In the last decade we have seen a developing awareness and curiosity in the western world towards South Korean culture. In the interior design industry it’s Korean designers that are causing a stir on the international scene. From minimalist wooden structures to artisan-made furnishings, let’s dive into the Korean aesthetic and learn from this source of function and style.
K-pop, K-beauty and other exports from South Korea have led to this cultural phenomenon’s labeling as the Hallyu wave.
From music, art, movies, television dramas to Korean cuisine, fashion and beauty, enthusiasts all over the world have been eating up everything South Korea has to offer.
In the interior design world, the narrative is no different. Korean-style interiors have also established a loyal following.
With Artsper, investigate Korean interior design: a style deeply rooted in heritage.
So what is the Korean aesthetic?
When we think of Korean interior design, images of minimalistic Tao interiors often come to mind.
The style of Korean interior design is often centered around practicality, often out of the necessity of creative use of limited space.
Widely known for its simplicity, elegance and functionality, Korean style is founded on the principle that less is more.
Another founding principle is the use of a few, natural materials in clever craftsmanship will always bring a triumphant outcome.
Minimalist sophistication is the desired look of Korean interior design.
Where function meets style
When it comes to picking out individual elements of a room, low level furniture is the choice of many designers who continue in cultural tradition.
Whilst still functional, these pieces do not denature a space’s style.
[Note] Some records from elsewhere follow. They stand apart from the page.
export class PairsJob {
  readonly total: number;
  done = 0;
  private readonly core: EngineCore;
  private readonly wanted: Uint8Array;
  private service = 0;
  private queue: Int32Array = new Int32Array(0);
  private position = 0;
  private started = false;
  /** per current service: alive node count per element */
  private readonly aliveCount: Int32Array;
  /** service id + 1 of the last service an element was counted in (progress) */
  private readonly seen: Int32Array;
  /** per current service: kept region M_X of each multi-node element (global carriage ids are not needed here: local nodes) */
  private multiKept = new Map<number, Int32Array>();
  /** pair key (a * E + b) -> joint lost carriage ids */
  private readonly joint = new Map<number, IntList>();
  private readonly stampA: Int32Array;
  private readonly stampB: Int32Array;
  private readonly local: Int32Array;
  private epoch = 0;
  private readonly reachSitesCache = new Map<number, Int32Array>();
  private finished: PairRow[] | null = null;

  constructor(core: EngineCore, kinds: readonly ElementKind[]) {
    this.core = core;
    const { model } = core;
    const mask = kinds.reduce((m, k) => m | KIND_BIT[k], 0);
    this.wanted = new Uint8Array(model.elementCount);
    for (let x = 0; x < model.elementCount; x++) this.wanted[x] = KIND_BIT[model.elements[x].kind] & mask ? 1 : 0;
    let total = 0;
    for (let x = 0; x < model.elementCount; x++) {
      if (!this.wanted[x]) continue;
      let last = -1;
      for (let k = core.elementNodeOffsets[x]; k < core.elementNodeOffsets[x + 1]; k++) {
        const s = core.nodeService[core.elementNodes[k]];
        if (s !== last) total++;
        last = s;
      }
    }
    this.total = total;
    this.aliveCount = new Int32Array(model.elementCount);
    this.seen = new Int32Array(model.elementCount);
    const maxN = core.services.reduce((m, svc) => Math.max(m, svc.n), 1);
    this.stampA = new Int32Array(maxN);
    this.stampB = new Int32Array(maxN);
    this.local = new Int32Array(maxN);
  }

  get isDone(): boolean {
    return this.finished !== null;
  }

  /** Works until `deadline` (performance.now() value) or the end; true when finished. */
  step(deadline: number): boolean {
    if (this.finished) return true;
    const services = this.core.services;
    while (this.service < services.length) {
      if (!this.started) this.openService();
      while (this.position < this.queue.length) {
        this.primary(this.queue[this.position++]);
        this.done++;
        if (performance.now() >= deadline) return false;
      }
      this.closeService();
      this.service++;
      this.started = false;
    }
    this.finished = this.rank();
    return true;
  }

  /** All pairs with a non-empty joint loss, highest households first, ties by a then b. */
  result(): PairRow[] {
    if (!this.finished) throw new Error('the pairs are still being computed');
    return this.finished;
  }

  private nextEpoch(): number {
    if (this.epoch === 0x7fffffff) {
      this.stampA.fill(0);
      this.stampB.fill(0);
      this.epoch = 0;
    }
    return ++this.epoch;
  }

  private openService(): void {
    const svc = this.core.services[this.service];
    const tree = this.core.full[this.service].tree;
    const list = new IntList();
    for (let u = 0; u < svc.n; u++) {
      if (!tree.alive[u]) continue;
      for (let j = svc.ownerOffsets[u]; j < svc.ownerOffsets[u + 1]; j++) {
        const x = svc.owners[j];
        if (this.aliveCount[x]++ === 0 && this.wanted[x]) list.push(x);
      }
    }
    // Every element with a node here counts one unit of progress, alive or not.
    const queue = list.toArray().sort();
    let owned = 0;
    for (let j = 0; j < svc.owners.length; j++) {
      const x = svc.owners[j];
      if (this.wanted[x] && this.seen[x] !== this.service + 1) {
        this.seen[x] = this.service + 1;
        owned++;
      }
    }
    this.done += owned - queue.length;
    this.queue = queue;
    this.position = 0;
    this.started = true;
    this.multiKept = new Map();
  }

  private closeService(): void {
    this.multiPairs();
    const svc = this.core.services[this.service];
    for (let j = 0; j < svc.owners.length; j++) this.aliveCount[svc.owners[j]] = 0;
  }

  private record(x: number, y: number, carriage: number): void {
    const a = x < y ? x : y;
    const b = x < y ? y : x;
    const key = a * this.core.model.elementCount + b;
    let l = this.joint.get(key);
    if (!l) this.joint.set(key, (l = new IntList(4)));
    l.push(carriage);
  }

  /** Alive local nodes of element x in the current service. */
  private nodesOf(x: number): number[] {
    const { core } = this;
    const svc = core.services[this.service];
    const alive = core.full[this.service].tree.alive;
    const out: number[] = [];
    for (let k = core.elementNodeOffsets[x]; k < core.elementNodeOffsets[x + 1]; k++) {
      const g = core.elementNodes[k];
      if (core.nodeService[g] === this.service && alive[g - svc.base]) out.push(g - svc.base);
    }
    return out;
  }

  /** Steps 1-3 for element x in the current service. */
  private primary(x: number): void {
    const { core } = this;
    const s = this.service;
    const svc = core.services[s];
    const { out, in: pred, tree } = core.full[s];
    const { tin, tout, idom: dIdom, alive } = tree;
    const xNodes = this.nodesOf(x);
    const xMulti = xNodes.length > 1;
    const ep = this.nextEpoch();
    const removed = this.stampB;
    const inR = this.stampA;
    for (const u of xNodes) removed[u] = ep;

    // 1. R_X, forward from X's nodes.
    const region = new IntList(64);
    let marked = 0;
    for (const u of xNodes) {
      for (let e = out.offsets[u]; e < out.offsets[u + 1]; e++) {
        const v = out.targets[e];
        if (removed[v] !== ep && inR[v] !== ep) {
          inR[v] = ep;
          region.push(v);
        }
      }
    }
    for (let head = 0; head < region.length; head++) {
      const u = region.data[head];
      if (svc.isCarriage[u]) marked++;
      for (let e = out.offsets[u]; e < out.offsets[u + 1]; e++) {
        const v = out.targets[e];
        if (removed[v] !== ep && inR[v] !== ep) {
          inR[v] = ep;
          region.push(v);
        }
      }
    }
    if (marked === 0) {
      if (xMulti) this.multiKept.set(x, new Int32Array(0));
      return;
    }

    // 2. H_X: D ancestors of the entry nodes, then R_X. `local` maps node -> H index; removed marks A with -ep.
    const local = this.local;
    const hNodes = new IntList(region.length + 16);
    const inA = removed; // A nodes get -ep (X nodes hold ep)
    const addA = (a: number) => {
      let w = a;
      while (w >= 0 && inA[w] !== -ep) {
        inA[w] = -ep;
        local[w] = hNodes.length;
        hNodes.push(w);
        w = dIdom[w];
      }
    };
    const src = new IntList(region.length * 2);
    const dst = new IntList(region.length * 2);
    addA(tree.root);
    for (let i = 0; i < region.length; i++) {
      const r = region.data[i];
      for (let e = pred.offsets[r]; e < pred.offsets[r + 1]; e++) {
        const w = pred.targets[e];
        if (inR[w] !== ep && removed[w] !== ep && alive[w]) addA(w);
      }
    }
    const aCount = hNodes.length;
    for (let i = 0; i < aCount; i++) {
      const a = hNodes.data[i];
      if (a !== tree.root) {
        src.push(local[dIdom[a]]);
        dst.push(i);
      }
    }
    for (let i = 0; i < region.length; i++) {
      local[region.data[i]] = hNodes.length;
      hNodes.push(region.data[i]);
    }
    for (let i = 0; i < region.length; i++) {
      const r = region.data[i];
      for (let e = pred.offsets[r]; e < pred.offsets[r + 1]; e++) {
        const w = pred.targets[e];
        if (inR[w] === ep || (inA[w] === -ep && alive[w])) {
          src.push(local[w]);
          dst.push(local[r]);
        }
      }
    }
    const h = csrFromEdges(hNodes.length, src.data, dst.data, src.length);
    const hIdom = immediateDominators(h, local[tree.root]);
    const hRoot = local[tree.root];

    // 3. Chains of the carriages that keep programme under X alone.
    const kept = xMulti ? new IntList(marked) : null;
    for (let i = 0; i < region.length; i++) {
      const v = region.data[i];
      if (!svc.isCarriage[v]) continue;
      const hv = local[v];
      if (hIdom[hv] === -1) continue; // lost under X alone
      kept?.push(v);
      const carriage = svc.ref[v];
      for (let w = hIdom[hv]; w !== hRoot && w !== -1; w = hIdom[w]) {
        const g = hNodes.data[w];
        if (tin[g] <= tin[v] && tin[v] < tout[g]) continue; // dominates v in G already: v lost under its owners alone
        for (let j = svc.ownerOffsets[g]; j < svc.ownerOffsets[g + 1]; j++) {
          const y = svc.owners[j];
          if (y === x || !this.wanted[y] || this.aliveCount[y] !== 1) continue;
          if (!xMulti && y < x) continue; // found from y's side
          this.record(x, y, carriage);
        }
      }
    }
    if (kept) this.multiKept.set(x, kept.toArray());
  }

  /** Step 4: pairs of multi-node elements of the current service, removed and walked. */
  private multiPairs(): void {
    if (this.multiKept.size < 2) return;
    const { core } = this;
    const s = this.service;
    const svc = core.services[s];
    const view = core.full[s];
    const byNode = new Map<number, number[]>();
    for (const [x, kept] of this.multiKept) {
      for (const v of kept) {
        const l = byNode.get(v);
        if (l) l.push(x);
        else byNode.set(v, [x]);
      }
    }
    const candidates = new Set<number>();
    const E = core.model.elementCount;
    for (const list of byNode.values()) {
      for (let i = 0; i < list.length; i++) for (let j = i + 1; j < list.length; j++) {
        const a = Math.min(list[i], list[j]);
        const b = Math.max(list[i], list[j]);
        candidates.add(a * E + b);
      }
    }
    const lost = new IntList(64);
    for (const key of [...candidates].sort((p, q) => p - q)) {
      const a = Math.floor(key / E);
      const b = key - a * E;
      const nodes = [...this.nodesOf(a), ...this.nodesOf(b)];
      lost.clear();
      core.walker.lostMarked(view, nodes, nodes.length, lost);
      const ep = this.nextEpoch();
      for (const v of this.multiKept.get(a)!) this.stampA[v] = ep;
      for (const v of this.multiKept.get(b)!) this.stampB[v] = ep;
      for (let i = 0; i < lost.length; i++) {
        const v = lost.data[i];
        if (this.stampA[v] === ep && this.stampB[v] === ep) this.record(a, b, svc.ref[v]);
      }
    }
  }

  /** Sites (ascending) with a carriage lost when element x alone fails. */
  private reachSites(x: number): Int32Array {
    let sites = this.reachSitesCache.get(x);
    if (sites) return sites;
    const { core } = this;
    const lost = new IntList(16);
    const bySvc = new Map<number, number[]>();
    for (let k = core.elementNodeOffsets[x]; k < core.elementNodeOffsets[x + 1]; k++) {
      const g = core.elementNodes[k];
      const s = core.nodeService[g];
      const l = bySvc.get(s);
      if (l) l.push(g - core.services[s].base);
      else bySvc.set(s, [g - core.services[s].base]);
    }
    const out = new Set<number>();
    for (const [s, nodes] of bySvc) {
      lost.clear();
      core.walker.lostMarked(core.full[s], nodes, nodes.length, lost);
      for (let i = 0; i < lost.length; i++) out.add(core.model.carriageSite[core.services[s].ref[lost.data[i]]]);
    }
    sites = Int32Array.from(out).sort();
    this.reachSitesCache.set(x, sites);
    return sites;
  }

  private rank(): PairRow[] {
    const { model } = this.core;
    const E = model.elementCount;
    const rows: PairRow[] = [];
    for (const [key, list] of this.joint) {
      const a = Math.floor(key / E);
      const b = key - a * E;
      const jointLost = list.toArray().sort();
      const ra = this.reachSites(a);
      const rb = this.reachSites(b);
      let households = 0;
      let lastSite = -1;
      const counted = new Set<number>();
      for (const c of jointLost) {
        const site = model.carriageSite[c];
        if (site === lastSite || counted.has(site)) continue;
        lastSite = site;
        counted.add(site);
        if (!has(ra, site) && !has(rb, site)) households += model.siteHouseholds[site];
      }
      rows.push({ a, b, jointLost, households });
    }
    this.joint.clear();
    this.reachSitesCache.clear();
    return rows.sort((p, q) => q.households - p.households || p.a - q.a || p.b - q.b);
  }
}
The room’s harmony is not disturbed by any one piece of furniture nor do any objects stand out. Style then emerges with functionality.
Unlike classic Chinese interiors, Korean interior design does not imply the presence of many decorative objects such as pillows on the sofa. The abundance of furniture is not popular either.
Classic Korean apartments do not have a bed frame. At home, one sleeps on a mattress spread on the floor.
The fabric screen embodies this principle of symbiosis between functionality and style. A staple in Korean interiors, the silk screen acts as a divide. Korean design is never dimensionless.
The wall hangings and silk screens dilute the harshness of the angular architecture through the provision of texture.
These screens serve to decorate as well as divide the space into zones so that a singular room can have multiple spaces.
A decisive rooting in the past
Contemporary Korean design is truly a fascinating place for designers right now as it is a world of paradoxes between western influences and age-old tradition, a blend of modern minimalism with conservative architectural traditions dating back centuries.
Many contemporary designers in South Korea cite an awareness of wanting to create architecture that does not offend their heritage.
In a bid to create something that belongs to this century, these designers must walk the fine line between revisiting ancient Korean folklore, philosophy and heritage whilst providing their clients with something that is new, modern and refreshing.
Heritage influences contemporary design
It is therefore an extremely important task of Korean architects and designers to create spaces that respect and do not contradict their ancestors.
We can find this in the subtle influences of blue and white ceramics or wooden Hanok-inspired homes that pay homage to the respective late Choson and Joseon dynasties and offer a reminder of the Korean peninsula’s rich aesthetic history.
The DNA of Korean architecture exists in the traditional Korean house, or Hanok, with its swooping roof framing an interior courtyard.
Built out of stone, tile, and wood, using traditional techniques, the early-20th-century residences were devised to weather humid summers and snowy winters alike.
New Age Korean design is most visible in Seoul, the metropolis of paradoxes. Gleaming skyscrapers appear alongside historic ornate Buddhist temples.
In the half century since the end of the Korean War, the population of Seoul has multiplied by tenfold, to more than 12 million inhabitants.
The steel-frame fixtures of homes created in the last decade offer a reminder of the West’s influence upon modern Korean design.
Many clients look for a house that combines modern western and traditional Korean elements. Designers must translate Korean traditions into the 21st century.
South Korea shares a rich culture of craft. Within the design community there is an advocacy for the preservation of local craft.
The industry sees collaboration with stone carvers, bronze workers, and bamboo weavers as the norm. Wood is the material of choice in Korea.
“In Korea, our life is based on wood,” designer Teo Yang said in his Architectural Digest interview.
“We build our houses using wood; we build our furniture using wood. Even the chopstick and spoon are made of wood.”
The Korean style places a lot of emphasis on natural materials, not man-made ones.
This is something that can be easily replicated and with a growing eco-conscious in the world we are already experiencing a cognizant return to careful sourcing of green materials.
Like elsewhere in Asia, Korea uses natural materials that are native to the continent, such as bamboo, silk, rice paper. Most often in Korean design, tones are muted or close to natural shades.
Nature and how it is included in designs and homes is integral to the practice of Korean design.
These are only a few of the characteristics of Korean design. We hope you’re inspired to find out more about this culture rich in exciting design influences, both new and old.